Each event is generated by a user or Subject. Item or object (Objects) recommendations are provided for the Subject. Each event is of some type, and the type of event identifies the type of interaction between the subject and the object. Besides, the interaction generates some value, so the event is associated with one or more values. For example, by giving a value to a film (rating) the event would have a numerical value within a range of values (e.g., 0–1, 1–3, 1–5).

4 Comparing RBox

Eight criteria have been established for benchmarking different tools reviewed with RBox. They characterize solutions to the problems of domain diversity and lack of research environments for the experimentation in RS. Table 1 summarizes this.

Table 1. Comparison between RS tools and frameworks.

The criteria are: (1) Domain mappability is the ability of the tool to transform recommendation algorithms that are located in a specific domain and map them into a different one (e.g. from book to movies), (2) Experimentability is the feature that allows the tool to be used to evaluate and experiment with different algorithms by means of running tests. Through the results of these tests, it is possible to evaluate and compare them, (3) Maintainability refers to how easily the software is corrected if there are flaws or is extended to include it new features. Generally, this criterion should be supported by well-known design patterns, by the use of frameworks and well- documented standard programming languages; (4) Flexibility (or extensibility) allows the use of various algorithms of recommendation, even if new attributes or characteristics of the user interaction with the items are included; (5) Configurability means adapting the operation of the software through its parameters, thus, different algorithms can be configured according to its particular need, given the criteria of the researcher; (6) Recommender as outcome is able of generating components plug-ins, so, it can be re-used both in an environment of experimentation and in a production environment in real time; (7) Open Source means that the software code is available under open source agreements; (8) Recommendation-oriented the tools are restricted to the construction of recommender algorithms, instead of being a tool for general purpose.

The reader may note that mappability between domains applies for most of the tools. However, except for RBox, in these cases, “mappability” is reached via programming effort through API or frameworks without guidance. On the other hand, in the case of RBox, there is a standardized way of mapping via a mapper. This component gathers data from a social network through a crawling process which is translated to the unique event schema used by RBox. With this scheme, the user interactions are managed as a generic event, enabling evaluating algorithms independent of domain.

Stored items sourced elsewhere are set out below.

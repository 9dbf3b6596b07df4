// Thresholds are read on the outcome's decision scale (METHODS.md §9): per 1000 people at the
// baseline risk for binary outcomes (through §7), never on the analysis scale.
import { describe, expect, it } from "vitest";
import type { ComparisonCertainty } from "#core/grade/assess";
import { concludeOutcome } from "#core/grade/conclusions";
import { decisionScale } from "#core/grade/decision-scale";
import { comparisonOf } from "#core/nma/comparison";
import { inventedResult } from "#tests/support/invented-network";

const result = inventedResult;
const moderate = result.comparisons.map((c) => ({ treatment: c.treatment, comparator: c.comparator, network: "moderate" }) as ComparisonCertainty);
const names = { placebo: "Placebo", alpha: "Alpha", beta: "Beta" };

describe("the decision scale of a binary outcome", () => {
  const scale = decisionScale(result, { small: 50, moderate: 100, large: 200 }, 0.2);

  it("states alpha vs placebo as the difference per 1000 at the baseline risk: 1000·(OR·p₀/(1 − p₀ + OR·p₀) − p₀)", () => {
    const or = Math.exp(comparisonOf(result, "alpha", "placebo")!.network.estimate);
    const byHand = 1000 * ((or * 0.2) / (1 - 0.2 + or * 0.2) - 0.2);
    expect(scale.effect("alpha", "placebo").estimate).toBeCloseTo(byHand, 10);
    expect(scale.unit).toBe("per1000");
  });

  it("compares with the per-1000 thresholds, not the log odds ratio: alpha is about 201 more per 1000, a moderate effect against 50 / 100 / 250", () => {
    // On the analysis scale its log odds ratio (about 0.98) is below every one of these thresholds and
    // would read "trivial": the false conclusion the stated scale prevents.
    expect(comparisonOf(result, "alpha", "placebo")!.network.estimate).toBeLessThan(50);
    const { readings, groups } = concludeOutcome(result, moderate, { name: "Response", baselineRisk: 0.2, thresholds: { small: 50, moderate: 100, large: 250 }, names });
    expect(readings.find((r) => r.treatment === "alpha" && r.comparator === "placebo")!.magnitude).toBe("moderate");
    expect(groups.find((g) => g.treatments.includes("alpha"))!.level).toBe(2);
  });

  it("without a baseline risk, a binary outcome's thresholds cannot be read: the minimally contextualised framework is used", () => {
    expect(decisionScale(result, { small: 50, moderate: 100, large: 200 }, null).thresholds).toBeNull();
    expect(concludeOutcome(result, moderate, { name: "Response", baselineRisk: null, thresholds: { small: 50, moderate: 100, large: 200 }, names }).framework).toBe("minimal");
  });
});

describe("unrated comparisons (METHODS.md §9)", () => {
  it("are never shown as rated: listed apart as not assessed, never as very low certainty", () => {
    const unrated = result.comparisons.map((c) => ({ treatment: c.treatment, comparator: c.comparator, network: c.treatment === "beta" || c.comparator === "beta" ? null : "high" }) as ComparisonCertainty);
    const { groups } = concludeOutcome(result, unrated, { name: "Response", baselineRisk: 0.2, thresholds: { small: null, moderate: null, large: null }, names });
    const beta = groups.find((g) => g.treatments.includes("beta"))!;
    expect(beta.firmness).toBe("not-assessed");
    expect(beta.label.key).toBe("groups.notAssessed");
    expect(groups.some((g) => g.firmness === "very-uncertain")).toBe(false);
  });
});
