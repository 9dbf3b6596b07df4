// The head of a version's pages: canonical permalink, citation meta tags for reference managers,
// Open Graph and Twitter cards, and schema.org JSON-LD. Title and description come from +title and
// +description (vike-react also writes them as og:title and og:description).
import { feedUrl, oembedUrl } from "#core/publication/urls";
import { usePageContext } from "vike-react/usePageContext";
import { localePath } from "#core/languages/locales";
export interface HeadFacts {
  title: string;
  siteUrl: string;
  /** The permalink path of what is shown: the version, or one comparison in it. */
  path: string;
  version: number;
  releaseAt: string;
  condition: string;
  description: string;
  withdrawn: boolean;
  /** What the share image shows, in words (og:image:alt). */
  imageAlt: string;
}

const citationDate = (iso: string) => iso.slice(0, 10).replaceAll("-", "/");

export function PageHead({ facts }: { facts: HeadFacts }) {
  // The permalink in the language read: each language's page is its own canonical address (hreflang names the others).
  // A <Head> renders outside the page's layout, so the locale comes from the page context, not from i18next.
  const { locale } = usePageContext();
  const href = (path: string) => localePath(locale, path);
  const url = `${facts.siteUrl}${href(facts.path)}`;
  const jsonLd = {
    "@context": "https://schema.org",
    "@type": "Report",
    name: facts.title,
    headline: facts.title,
    description: facts.description,
    url,
    version: String(facts.version),
    datePublished: facts.releaseAt,
    inLanguage: locale,
    isAccessibleForFree: true,
    about: { "@type": "MedicalCondition", name: facts.condition },
    author: { "@type": "Organization", name: "Fairweigh" },
    publisher: { "@type": "Organization", name: "Fairweigh" },
    ...(facts.withdrawn ? { creativeWorkStatus: "Withdrawn" } : {}),
  };
  return (
    <>
      <link rel="canonical" href={url} />
      <link rel="alternate" type="application/atom+xml" title="Fairweigh" href={href(feedUrl())} />
      <meta name="citation_title" content={facts.title} />
      <meta name="citation_author" content="Fairweigh" />
      <meta name="citation_publisher" content="Fairweigh" />
      <meta name="citation_publication_date" content={citationDate(facts.releaseAt)} />
      <meta name="citation_online_date" content={citationDate(facts.releaseAt)} />
      <meta name="citation_technical_report_number" content={`Version ${facts.version}`} />
      <meta name="citation_abstract_html_url" content={url} />
      <meta name="citation_language" content={locale} />
      <meta property="og:type" content="article" />
      <meta property="og:url" content={url} />
      <meta property="og:site_name" content="Fairweigh" />
      <meta property="article:published_time" content={facts.releaseAt} />
      {/* A withdrawn brief offers neither its image nor its card to other sites (server/web/public/reach.ts). */}
      {facts.withdrawn ? null : (
        <>
          <meta property="og:image" content={`${url}/share.png`} />
          <meta property="og:image:type" content="image/png" />
          <meta property="og:image:width" content="1200" />
          <meta property="og:image:height" content="630" />
          <meta property="og:image:alt" content={facts.imageAlt} />
          <meta name="twitter:image" content={`${url}/share.png`} />
          <meta name="twitter:image:alt" content={facts.imageAlt} />
          <link rel="alternate" type="application/json+oembed" href={`${facts.siteUrl}${oembedUrl(url)}`} title={facts.title} />
        </>
      )}
      <meta name="twitter:card" content={facts.withdrawn ? "summary" : "summary_large_image"} />
      <meta name="twitter:title" content={facts.title} />
      <meta name="twitter:description" content={facts.description} />
      {/* JSON.stringify escapes quotes; "<" is escaped too so that no text can close the script element. */}
      <script type="application/ld+json" dangerouslySetInnerHTML={{ __html: JSON.stringify(jsonLd).replace(/</g, "\\u003c") }} />
    </>
  );
}
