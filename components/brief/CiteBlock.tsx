// "Cite this": the formatted reference with its access date, the permalink, and the files for
// reference managers. The reference itself is formatted on the server by the citation library.
import { useTranslation } from "react-i18next";
import { citationUrl, type ComparisonAddress, type VersionAddress } from "#core/publication/urls";
import { useIntl } from "../i18n";

export function CiteBlock({ heading, reference, accessed, permalink, citing }: { heading: string; reference: string; accessed: string; permalink: string; citing: VersionAddress | ComparisonAddress }) {
  const { t } = useTranslation();
  const intl = useIntl();
  const date = intl.date({ dateStyle: "long", timeZone: "UTC" }).format(new Date(accessed));
  return (
    <section aria-labelledby="cite-title" className="mt-16 border-t border-rule pt-6 print:break-inside-avoid" data-testid="cite">
      <h2 id="cite-title" className="text-xl font-semibold">{heading}</h2>
      {/* The reference holds the permalink, which must wrap anywhere rather than widen a phone's page. */}
      <p className="mt-3 bg-white p-4 [overflow-wrap:anywhere]" data-testid="citation">
        {reference} {t("cite.accessed", { date })}
      </p>
      <p className="mt-2 font-sans text-sm">
        {t("cite.permalink")} <a href={permalink} className="break-all">{permalink}</a>
      </p>
      <p className="mt-2 font-sans text-sm print:hidden">
        {t("cite.download")} <a href={intl.href(citationUrl(citing, "ris"))}>RIS</a> · <a href={intl.href(citationUrl(citing, "bib"))}>BibTeX</a> · <a href={intl.href(citationUrl(citing, "json"))}>CSL-JSON</a>
      </p>
    </section>
  );
}
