// How effects read on the public pages: on their display scale, with the 95% CI.
import type { Measure } from "../../server/nma/types";
import { formatEffect } from "../charts/scale";

export function formatInterval(measure: Measure, x: { estimate: number; lower: number; upper: number }, to: string): string {
  return `${formatEffect(measure, x.estimate)} (${formatEffect(measure, x.lower)} ${to} ${formatEffect(measure, x.upper)})`;
}

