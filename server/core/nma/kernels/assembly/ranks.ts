// The rank draws of METHODS.md §6: β = β̂ + L z with Cov(β̂) = L Lᵀ and z standard normal, the
// options ranked best first in each draw and counted. The caller lays out the arrays (byte offsets,
// row-major) and reads the counts back.
import { at, index, put } from "./linear";
import { normal } from "./normals";

/**
 * Adds `draws` draws to counts[t·T + rank] (rank 0 = best). The T options are the reference (value
 * 0, at `reference`) and p parameters: option parameterIndex[i] takes sign·(mean[i] + Σⱼ L[i][j] z[j]),
 * and the smallest value ranks first. `values` (T doubles), `order` (T integers) and `z` (p doubles)
 * are scratch space.
 */
export function countRanks(
  p: i32,
  T: i32,
  draws: i32,
  sign: f64,
  reference: i32,
  L: usize,
  mean: usize,
  parameterIndex: usize,
  counts: usize,
  values: usize,
  order: usize,
  z: usize,
): void {
  for (let t = 0; t < T; t++) store<i32>(order + (<usize>t << 2), t);
  for (let draw = 0; draw < draws; draw++) {
    for (let j = 0; j < p; j++) put(z, j, normal());
    put(values, reference, 0.0);
    for (let i = 0; i < p; i++) {
      const row = L + (<usize>(i * p) << 3);
      let sum = at(mean, i);
      for (let j = 0; j <= i; j++) sum += at(row, j) * at(z, j);
      put(values, index(parameterIndex, i), sign * sum);
    }
    // Insertion sort from the previous draw's order, which changes little from draw to draw. Ties go
    // to the lower option index, so the order is the one a stable sort from scratch would give.
    for (let i = 1; i < T; i++) {
      const t = index(order, i);
      const value = at(values, t);
      let place = i;
      for (; place > 0; place--) {
        const before = index(order, place - 1);
        const other = at(values, before);
        if (!(other > value || (other == value && before > t))) break;
        store<i32>(order + (<usize>place << 2), before);
      }
      store<i32>(order + (<usize>place << 2), t);
    }
    for (let rank = 0; rank < T; rank++) {
      const cell = counts + (<usize>(index(order, rank) * T + rank) << 3);
      store<f64>(cell, load<f64>(cell) + 1.0);
    }
  }
}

5 Conclusions and Future Work

RBox puts forward an approach that makes a significant leap towards the aggregation of RS domains that are usually scattered. This way, users are able to reuse recommendation algorithms from different domains, experiment with new algorithms and generate a plug and play version of these algorithms to be built-in real domains. Thus, RBox users can focus their time and effort mainly on research, being relieved of creating specific algorithms for particular domains. However, the new generation of recommender systems, so-called Context Aware Recommenders [2] require further awareness or contextual information that is not provided by the current version of RBox. In fact, ubiquitousness requires more adaptive and personalized recommendations. Nowadays, recent researchers are combining ubiquitous computing and recommender systems in the so-called ubiquitous recommendation systems [11], which will be the aim of the new version of RBox.